-- WHAT YOU SHOULD DO --
Below are some records; output exactly the lines from the line with "if (this.currentRevision === 0)" to the line with "this.fire('sn-close');", both ends kept, and nothing more.

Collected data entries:
►
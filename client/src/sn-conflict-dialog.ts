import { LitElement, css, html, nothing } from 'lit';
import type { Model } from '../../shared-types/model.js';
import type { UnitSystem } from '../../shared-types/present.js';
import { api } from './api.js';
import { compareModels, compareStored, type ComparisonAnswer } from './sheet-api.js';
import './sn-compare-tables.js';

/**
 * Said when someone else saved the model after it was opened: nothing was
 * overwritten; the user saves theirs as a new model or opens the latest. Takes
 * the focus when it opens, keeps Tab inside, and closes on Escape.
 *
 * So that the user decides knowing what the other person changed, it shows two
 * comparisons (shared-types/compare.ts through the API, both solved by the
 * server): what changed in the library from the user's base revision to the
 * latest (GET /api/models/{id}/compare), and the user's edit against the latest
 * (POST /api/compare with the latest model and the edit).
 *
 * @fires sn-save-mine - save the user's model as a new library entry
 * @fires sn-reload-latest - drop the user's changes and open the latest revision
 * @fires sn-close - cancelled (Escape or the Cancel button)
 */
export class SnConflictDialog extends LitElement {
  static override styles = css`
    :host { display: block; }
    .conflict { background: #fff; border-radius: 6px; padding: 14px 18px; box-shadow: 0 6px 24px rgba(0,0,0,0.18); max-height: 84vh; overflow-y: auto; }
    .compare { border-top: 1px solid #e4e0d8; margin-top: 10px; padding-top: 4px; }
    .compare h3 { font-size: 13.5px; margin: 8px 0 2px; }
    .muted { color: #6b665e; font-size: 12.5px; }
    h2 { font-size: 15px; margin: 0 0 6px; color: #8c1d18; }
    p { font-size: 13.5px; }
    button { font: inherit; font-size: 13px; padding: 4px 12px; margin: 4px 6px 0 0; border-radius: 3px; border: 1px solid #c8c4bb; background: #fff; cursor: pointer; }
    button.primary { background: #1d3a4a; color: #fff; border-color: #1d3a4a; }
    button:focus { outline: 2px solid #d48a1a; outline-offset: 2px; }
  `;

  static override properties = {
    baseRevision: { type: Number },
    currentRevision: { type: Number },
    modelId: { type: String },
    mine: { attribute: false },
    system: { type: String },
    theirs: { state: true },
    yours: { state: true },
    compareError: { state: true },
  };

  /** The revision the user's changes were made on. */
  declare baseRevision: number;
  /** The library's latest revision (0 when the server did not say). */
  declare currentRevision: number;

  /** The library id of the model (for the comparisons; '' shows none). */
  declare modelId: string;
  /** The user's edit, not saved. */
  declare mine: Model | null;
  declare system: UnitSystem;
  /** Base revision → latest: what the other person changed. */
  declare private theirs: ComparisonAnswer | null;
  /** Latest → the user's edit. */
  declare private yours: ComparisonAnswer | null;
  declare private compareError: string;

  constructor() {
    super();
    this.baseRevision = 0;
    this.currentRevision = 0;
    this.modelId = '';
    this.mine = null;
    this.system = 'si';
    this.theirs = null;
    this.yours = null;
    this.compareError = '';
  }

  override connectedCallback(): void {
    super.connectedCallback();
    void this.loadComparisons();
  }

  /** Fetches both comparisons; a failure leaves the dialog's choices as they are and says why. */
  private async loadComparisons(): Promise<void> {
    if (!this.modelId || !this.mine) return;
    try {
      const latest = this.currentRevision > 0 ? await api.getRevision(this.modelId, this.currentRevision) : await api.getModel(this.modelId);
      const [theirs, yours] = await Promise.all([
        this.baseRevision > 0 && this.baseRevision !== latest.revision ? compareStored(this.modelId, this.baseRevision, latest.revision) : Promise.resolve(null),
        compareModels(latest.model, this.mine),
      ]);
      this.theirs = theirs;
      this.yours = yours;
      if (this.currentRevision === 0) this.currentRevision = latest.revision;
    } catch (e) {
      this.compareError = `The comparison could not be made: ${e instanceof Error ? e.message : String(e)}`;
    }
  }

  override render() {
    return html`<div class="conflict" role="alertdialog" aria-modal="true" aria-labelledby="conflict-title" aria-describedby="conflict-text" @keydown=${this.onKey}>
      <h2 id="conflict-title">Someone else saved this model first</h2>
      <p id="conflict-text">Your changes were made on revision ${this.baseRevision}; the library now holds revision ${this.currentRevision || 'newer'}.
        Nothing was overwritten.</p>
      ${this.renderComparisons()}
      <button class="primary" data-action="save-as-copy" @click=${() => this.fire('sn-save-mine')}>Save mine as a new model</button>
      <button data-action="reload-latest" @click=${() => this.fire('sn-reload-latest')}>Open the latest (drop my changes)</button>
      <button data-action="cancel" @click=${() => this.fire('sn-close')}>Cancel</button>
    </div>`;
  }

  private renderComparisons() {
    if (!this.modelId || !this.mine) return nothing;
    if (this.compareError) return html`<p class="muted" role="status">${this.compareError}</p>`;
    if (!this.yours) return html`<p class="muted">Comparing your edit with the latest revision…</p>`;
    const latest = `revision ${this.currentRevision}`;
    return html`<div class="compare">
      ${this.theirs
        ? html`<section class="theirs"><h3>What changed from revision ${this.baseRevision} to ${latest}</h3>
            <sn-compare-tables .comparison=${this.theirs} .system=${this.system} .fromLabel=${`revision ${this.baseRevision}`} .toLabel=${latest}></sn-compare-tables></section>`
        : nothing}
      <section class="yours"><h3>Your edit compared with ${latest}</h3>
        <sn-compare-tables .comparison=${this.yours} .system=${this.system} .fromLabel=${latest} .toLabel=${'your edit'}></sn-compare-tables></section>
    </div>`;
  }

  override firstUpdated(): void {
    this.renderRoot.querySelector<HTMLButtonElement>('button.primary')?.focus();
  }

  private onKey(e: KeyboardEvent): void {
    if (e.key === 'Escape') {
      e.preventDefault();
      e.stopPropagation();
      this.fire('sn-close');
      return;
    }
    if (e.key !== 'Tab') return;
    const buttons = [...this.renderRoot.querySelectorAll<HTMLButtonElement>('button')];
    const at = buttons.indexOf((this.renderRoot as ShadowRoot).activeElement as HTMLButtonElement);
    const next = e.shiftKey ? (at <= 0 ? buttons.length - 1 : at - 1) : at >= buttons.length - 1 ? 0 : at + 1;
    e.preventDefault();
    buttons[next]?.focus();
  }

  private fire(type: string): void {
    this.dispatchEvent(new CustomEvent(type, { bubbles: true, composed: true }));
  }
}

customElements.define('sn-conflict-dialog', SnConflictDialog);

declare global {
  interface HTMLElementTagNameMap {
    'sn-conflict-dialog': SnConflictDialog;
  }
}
◄
-- RESPONSE FOR THIS EXERCISE --
      if (this.currentRevision === 0) this.currentRevision = latest.revision;
    } catch (e) {
      this.compareError = `The comparison could not be made: ${e instanceof Error ? e.message : String(e)}`;
    }
  }

  override render() {
    return html`<div class="conflict" role="alertdialog" aria-modal="true" aria-labelledby="conflict-title" aria-describedby="conflict-text" @keydown=${this.onKey}>
      <h2 id="conflict-title">Someone else saved this model first</h2>
      <p id="conflict-text">Your changes were made on revision ${this.baseRevision}; the library now holds revision ${this.currentRevision || 'newer'}.
        Nothing was overwritten.</p>
      ${this.renderComparisons()}
      <button class="primary" data-action="save-as-copy" @click=${() => this.fire('sn-save-mine')}>Save mine as a new model</button>
      <button data-action="reload-latest" @click=${() => this.fire('sn-reload-latest')}>Open the latest (drop my changes)</button>
      <button data-action="cancel" @click=${() => this.fire('sn-close')}>Cancel</button>
    </div>`;
  }

  private renderComparisons() {
    if (!this.modelId || !this.mine) return nothing;
    if (this.compareError) return html`<p class="muted" role="status">${this.compareError}</p>`;
    if (!this.yours) return html`<p class="muted">Comparing your edit with the latest revision…</p>`;
    const latest = `revision ${this.currentRevision}`;
    return html`<div class="compare">
      ${this.theirs
        ? html`<section class="theirs"><h3>What changed from revision ${this.baseRevision} to ${latest}</h3>
            <sn-compare-tables .comparison=${this.theirs} .system=${this.system} .fromLabel=${`revision ${this.baseRevision}`} .toLabel=${latest}></sn-compare-tables></section>`
        : nothing}
      <section class="yours"><h3>Your edit compared with ${latest}</h3>
        <sn-compare-tables .comparison=${this.yours} .system=${this.system} .fromLabel=${latest} .toLabel=${'your edit'}></sn-compare-tables></section>
    </div>`;
  }

  override firstUpdated(): void {
    this.renderRoot.querySelector<HTMLButtonElement>('button.primary')?.focus();
  }

  private onKey(e: KeyboardEvent): void {
    if (e.key === 'Escape') {
      e.preventDefault();
      e.stopPropagation();
      this.fire('sn-close');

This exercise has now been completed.